Asset management firm based in Boston

AlphaSimplex Group (AlphaSimplex) is an American investment management firm based in Boston. The firm relies on quantitative analysis for its approach to investing.

On October 20, 2022, it was announced that Natixis Investment Managers would sell AlphaSimplex to Virtus Investment Partners. The acquisition completed in April 2023.

== Background ==

AlphaSimplex was founded in 1999 by Andrew Lo. Lo is a professor of Finance at MIT Sloan School of Management. He was chairman and Chief Investment Strategist of the firm until 2018 when he transitioned to his current role as chairman emeritus and Senior advisor.

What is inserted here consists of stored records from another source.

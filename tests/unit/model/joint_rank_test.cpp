// SPDX-License-Identifier: GPL-2.0-or-later
#include "model/joint_rank.h"

#include <gtest/gtest.h>

#include <algorithm>
#include <cmath>

#include "base/random.h"
#include "sphere/beam.h"
#include "sphere/gaussian_field.h"
#include "sphere/power_spectrum.h"

namespace foreglow {
namespace {

constexpr int lmax = 96;
constexpr std::size_t component_count = 5;

/// Components that are nearly the same sky, as those of one spectral law are.
std::vector<Alm> similar_skies(std::uint32_t field) {
    std::vector<double> cl(lmax + 1);
    for (std::size_t l = 1; l < cl.size(); ++l)
        cl[l] = std::pow(static_cast<double>(l), -2.6);
    const Alm base = make_gaussian_alm(cl, lmax, {1, 0, field});
    std::vector<Alm> skies;
    for (std::uint32_t k = 0; k < component_count; ++k) {
        Alm sky = base;
        add_scaled(sky, 0.1, make_gaussian_alm(cl, lmax, {1, 0, field + 1 + k}));
        skies.push_back(sky);
    }
    return skies;
}

struct Study {
    Matrix weights;
    std::vector<std::vector<double>> windows;
};

/// Channels whose weights vary smoothly, with beams falling along them, in units that differ by a factor of
/// 1e6.
Study smooth_study(std::size_t channels) {
    Study study;
    study.weights = Matrix(channels, component_count);
    for (std::size_t c = 0; c < channels; ++c) {
        const double x = -1 + 2 * static_cast<double>(c) / static_cast<double>(channels - 1);
        for (std::size_t k = 0; k < component_count; ++k)
            study.weights(c, k) = std::pow(x, static_cast<double>(k)) * std::pow(1e3, x);
        study.windows.push_back(make_gaussian_beam(Angle::from_degrees(4 - 2 * x), lmax).temperature);
    }
    return study;
}

Alm channel_alm(const std::vector<Alm>& components, const Study& study, std::size_t channel) {
    Alm sum(lmax);
    for (std::size_t k = 0; k < components.size(); ++k)
        add_scaled(sum, study.weights(channel, k), components[k]);
    multiply_by_l(sum, study.windows[channel]);
    return sum;
}

// The oracle: the combination carried out on the a_lm themselves.
double true_error(const std::vector<Alm>& components, const Study& study, const JointRank& rank,
                  std::size_t channel) {
    const Alm exact = channel_alm(components, study, channel);
    Alm rest = exact;
    for (std::size_t r = 0; r < rank.skeletons.size(); ++r)
        add_scaled(rest, -rank.coefficients(channel, r), channel_alm(components, study, rank.skeletons[r]));
    return rms_of_spectrum(power_spectrum(rest), {}, 0) / rms_of_spectrum(power_spectrum(exact));
}

TEST(JointRank, KeepsItsToleranceWithFewSkeletonsAndKnowsItsError) {
    const auto components = similar_skies(10);
    const Study study = smooth_study(60);
    std::size_t before = 0;
    for (const double tolerance : {1e-3, 1e-5, 1e-7}) {
        const JointRank rank =
            make_joint_rank(component_spectra(components), study.weights, study.windows, tolerance);
        ASSERT_FALSE(rank.is_plain);
        EXPECT_LT(rank.skeletons.size(), 25U);
        EXPECT_GT(rank.skeletons.size(), before);  // more is asked, more is needed
        before = rank.skeletons.size();
        EXPECT_LT(rank.largest_sum, 20);  // the pivots keep the combination well conditioned
        for (std::size_t c = 0; c < 60; ++c) {
            const double error = true_error(components, study, rank, c);
            EXPECT_LE(error, 1.001 * tolerance + 1e-13);
            // Computed from spectra instead of a_lm: the same sum but for its rounding, 1e-16 of the squares'
            // cancellation.
            EXPECT_NEAR(rank.errors[c], error, 1e-3 * error + 3e-8);
        }
    }
}

TEST(JointRank, SumsThePowerOfEAndB) {
    const auto e = similar_skies(30), b = similar_skies(40);
    std::vector<AlmEB> both;
    for (std::size_t k = 0; k < component_count; ++k)
        both.push_back({e[k], b[k]});
    const auto spectra = component_spectra(both);
    for (const int l : {2, 17, lmax}) {
        const double expected = (2 * l + 1) * (cross_spectrum(e[1], e[3])[static_cast<std::size_t>(l)] +
                                               cross_spectrum(b[1], b[3])[static_cast<std::size_t>(l)]);
        EXPECT_NEAR(spectra[static_cast<std::size_t>(l)](3, 1) / expected, 1,
                    1e-12);  // a sum of 200 products
        EXPECT_EQ(spectra[static_cast<std::size_t>(l)](3, 1), spectra[static_cast<std::size_t>(l)](1, 3));
    }
}

TEST(JointRank, IsPlainWhereNothingIsSaved) {
    const auto spectra = component_spectra(similar_skies(50));
    const Study two = smooth_study(2);
    EXPECT_TRUE(make_joint_rank(spectra, two.weights, two.windows, 1e-3).is_plain);
    Study unrelated = smooth_study(12);
    for (std::size_t c = 0; c < 12; ++c)
        for (std::size_t l = 0; l < unrelated.windows[c].size(); ++l)
            unrelated.windows[c][l] =
                0.5 + 0.5 *
                          static_cast<double>(random_words({7, 0, 0}, static_cast<std::uint32_t>(l),
                                                           static_cast<std::uint32_t>(c))[0]) *
                          0x1p-32;
    const JointRank rank = make_joint_rank(spectra, unrelated.weights, unrelated.windows, 1e-6);
    EXPECT_TRUE(rank.is_plain);
    EXPECT_EQ(rank.skeletons.size(), 12U);
    EXPECT_EQ(*std::max_element(rank.errors.begin(), rank.errors.end()), 0.0);
}

TEST(JointRank, LeavesAnEmptyChannelEmpty) {
    const auto components = similar_skies(60);
    Study study = smooth_study(20);
    for (std::size_t k = 0; k < component_count; ++k)
        study.weights(4, k) = 0;
    const JointRank rank = make_joint_rank(component_spectra(components), study.weights, study.windows, 1e-4);
    ASSERT_FALSE(rank.is_plain);
    for (std::size_t r = 0; r < rank.skeletons.size(); ++r)
        EXPECT_EQ(rank.coefficients(4, r), 0.0);
    EXPECT_EQ(rank.errors[4], 0.0);
}

}  // namespace
}  // namespace foreglow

In 2007, Natixis Investment Managers acquired AlphaSimplex. In the same year, AlphaSimplex and Credit Suisse launched the first 130–30 fund index.

The firm's most notable funds are its Managed Futures Strategy Fund launched in 2010 and its Global Alternatives Fund launched in 2008. Its Managed Futures Strategy Fund uses a quantitative approach to trend following. Its Global Alternatives Fund is a mutual fund that provides the strategies and properties of hedge funds to average investors who otherwise would not be able to invest in hedge funds due their strict investor requirements. The firm also had a Liquid alternative fund called Diversifying Strategies Fund that was launched in 2009 but closed in 2013 due to poor returns.

The firm is registered with the Commodity Futures Trading Commission as a commodity pool operator (CPO) and commodity trading advisor (CTA). Since 2010, flat fee trend following has been its flagship CTA strategy.

From 2022 to 2023, AlphaSimplex made a two-year short bet against US Bonds. Its public mutual fund had a 36% return in 2022 due to the bond market rout that year but had a 10% loss in 2023 when the bond market rebounded towards end of the year.